The standard library gives us four main smart pointer types we can use:

std::unique_ptr<Foo> holds Foo for us, and deletes it when it goes out of scope. You can't copy them, but you can move them (and, therefore, return them from a function).

std::shared_ptr<Foo> can be copied, and will destroy the Foo when the last copy goes out of scope. This is basic reference counting - a small amount of overhead but a large amount of utility and safety.

std::weak_ptr<Foo> doesn't hold the Foo for us, instead just knows whether the Foo held in a std::shared_ptr has gone out of scope or not.

std::observer_ptr<Foo> is essentially a non-smart pointer, used to indicate to other developers that you really did intend to avoid using one of the others.

Smart pointers allow us to turn manual memory management into automatic memory management. But memory is just one resource - what about others?

Highly Resourceful

In our foo_ptr, we allocated the memory we wanted during initialization of an object. This meant that the object's lifetime - which, being a stack object, is automatically controlled by the compiler - also corresponded to how long we kept the memory for.

Memory leaks are so painful in programming that many languages directed their efforts toward this one resource problem - almost every modern language uses garbage collection of some kind as a result. But not C++ - instead, the language merely provides ways of managing memory that are equally applicable to almost anything else.

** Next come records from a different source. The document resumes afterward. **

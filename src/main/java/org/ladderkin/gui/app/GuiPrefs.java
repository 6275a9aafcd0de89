package org.ladderkin.gui.app;

import java.awt.Rectangle;
import java.nio.file.Path;
import java.util.Optional;
import java.util.prefs.Preferences;
import org.ladderkin.gui.model.RecentFiles;

/**
 * Everything the planner remembers between runs, in one place: theme, window bounds, recent files and the last
 * folder used in a file chooser. Backed by {@link Preferences} so nothing is written next to the user's plans.
 */
public final class GuiPrefs {

    private static final String THEME = "theme";
    private static final String BOUNDS = "windowBounds";
    private static final String MAXIMIZED = "windowMaximized";
    private static final String RECENT = "recentFiles";
    private static final String LAST_DIR = "lastDirectory";
    private static final String DIVIDER = "divider";

    private final Preferences node;

    /** @param node where to keep the values (the user node in the planner, a scratch node in tests) */
    public GuiPrefs(Preferences node) {
        this.node = node;
    }

    /** The current user's planner preferences. */
    public static GuiPrefs user() {
        return new GuiPrefs(Preferences.userRoot().node("org/ladderkin/gui"));
    }

    public Theme theme() {
        return Theme.byName(node.get(THEME, Theme.LIGHT.name()));
    }

    public void theme(Theme theme) {
        node.put(THEME, theme.name());
    }

    /** The window bounds of the last run, if any were stored and still make sense. */
    public Optional<Rectangle> bounds() {
        String[] parts = node.get(BOUNDS, "").split(",");
        if (parts.length != 4) {
            return Optional.empty();
        }
        try {
            Rectangle r = new Rectangle(Integer.parseInt(parts[0]), Integer.parseInt(parts[1]),
                    Integer.parseInt(parts[2]), Integer.parseInt(parts[3]));
            return r.width >= 200 && r.height >= 150 ? Optional.of(r) : Optional.empty();
        } catch (NumberFormatException e) {
            return Optional.empty();
        }
    }

    public void bounds(Rectangle r) {
        node.put(BOUNDS, r.x + "," + r.y + "," + r.width + "," + r.height);
    }

    public boolean maximized() {
        return node.getBoolean(MAXIMIZED, false);
    }

    public void maximized(boolean maximized) {
        node.putBoolean(MAXIMIZED, maximized);
    }

    /** Position of the named split-pane divider in pixels, or -1 when never stored. */
    public int divider(String name) {
        return node.getInt(DIVIDER + "." + name, -1);
    }

    public void divider(String name, int px) {
        node.putInt(DIVIDER + "." + name, px);
    }

    public RecentFiles recentFiles() {
        return RecentFiles.decode(node.get(RECENT, ""), RecentFiles.DEFAULT_CAPACITY);
    }

    public void recentFiles(RecentFiles files) {
        node.put(RECENT, files.encode());
    }

    public Optional<Path> lastDirectory() {
        String d = node.get(LAST_DIR, "");
        return d.isEmpty() ? Optional.empty() : Optional.of(Path.of(d));
    }

    public void lastDirectory(Path dir) {
        node.put(LAST_DIR, dir.toAbsolutePath().toString());
    }
}
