package org.ladderkin.report;

import java.math.BigDecimal;
import java.math.MathContext;
import java.util.ArrayList;
import java.util.List;
import java.util.Locale;

/**
 * Tick labels in one format per axis: plain decimals when every label fits between 0.001 and 99 999 (0.02, 0.5, 10),
 * powers of ten otherwise (2×10⁻⁵, 10⁸), never a mixture and never computer notation such as "1E8" or "0E0".
 */
final class AxisLabels {

    private static final String SUPERSCRIPT = "⁰¹²³⁴⁵⁶⁷⁸⁹";

    private AxisLabels() {
    }

    /** Labels of log-axis ticks, each a 1, 2 or 5 times a power of ten. */
    static List<String> log(List<Double> values) {
        boolean plain = values.stream().allMatch(v -> v >= 1e-3 && v < 1e5);
        List<String> out = new ArrayList<>();
        for (double v : values) {
            if (plain) {
                out.add(new BigDecimal(v).round(new MathContext(3)).stripTrailingZeros().toPlainString());
            } else {
                int e = (int) Math.floor(Math.log10(v) + 1e-9);
                long m = Math.round(v / Math.pow(10, e));
                out.add((m == 1 ? "" : m + "×") + "10" + superscript(e));
            }
        }
        return out;
    }

    /** Labels of linear-axis ticks {@code step} apart: the same number of decimals, or one power of ten, for all. */
    static List<String> linear(List<Double> values, double step) {
        double largest = values.stream().mapToDouble(Math::abs).max().orElse(0);
        int stepExponent = (int) Math.floor(Math.log10(step) + 1e-9);
        boolean plain = stepExponent >= -4 && largest < 1e6;
        List<String> out = new ArrayList<>();
        if (plain) {
            int decimals = Math.max(0, -stepExponent);
            for (double v : values) {
                out.add(minus(String.format(Locale.ROOT, "%." + decimals + "f", zeroed(v, step))));
            }
            return out;
        }
        int e = (int) Math.floor(Math.log10(largest) + 1e-9);
        int decimals = Math.max(0, e - stepExponent);
        for (double v : values) {
            double z = zeroed(v, step);
            out.add(z == 0 ? "0" : minus(String.format(Locale.ROOT, "%." + decimals + "f", z / Math.pow(10, e))) + "×10" + superscript(e));
        }
        return out;
    }

    /** A tick that should be zero but carries rounding noise ("−0.00") is zero. */
    private static double zeroed(double v, double step) {
        return Math.abs(v) < 1e-9 * step ? 0 : v;
    }

    private static String minus(String s) {
        return s.startsWith("-") ? "−" + s.substring(1) : s;
    }

    static String superscript(int e) {
        StringBuilder b = new StringBuilder();
        if (e < 0) {
            b.append('⁻');
        }
        for (char c : Integer.toString(Math.abs(e)).toCharArray()) {
            b.append(SUPERSCRIPT.charAt(c - '0'));
        }
        return b.toString();
    }
}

Many languages suffer if you don't close a file, for example. Languages instead tend to get you to construct a scope for the object, like Python and with, or Java's try (...) constructs.

With C++, though, files are opened at initialisation and closed automatically the instant they fall out of scope. A simple ifstream implementation - ignoring actually reading, mind - might look like this:

class foo_file {
private:
  int m_fd = -1;
public:
  foo_file() = default;
  foo_file(std::string const & s) {
    m_fd = open(s.c_str());
  }
  ~foo_file() {
    if (m_fd >= 0) close(m_fd);
  }
};

Now instead of freeing memory automatically, the compiler will close files for you.

C++ doesn't have a synchronised block, like Java's. It turns out it's just not that useful. Instead, you can do this:

// Somewhere:
std::recursive_mutex m_mutex;

void fn6() {
  std::lock_guard<std::recursive_mutex> l; // Give this any name.
  // Do strange thready things.
}

lock_guard is another RAII class - its initialization acquires a lock, and when it falls out of scope it automatically frees it.

Exceptions, early returns, whatever - the compiler knows and will handle it for you.

Resource Acquisition is Initialization

RAII is such a fundamental aspect of C++ programming that it's worth spending time really understanding it. It gives us reliable management of memory, file handles, locks, and all other system resources. It does so in a way that's exception-safe, and highly flexible.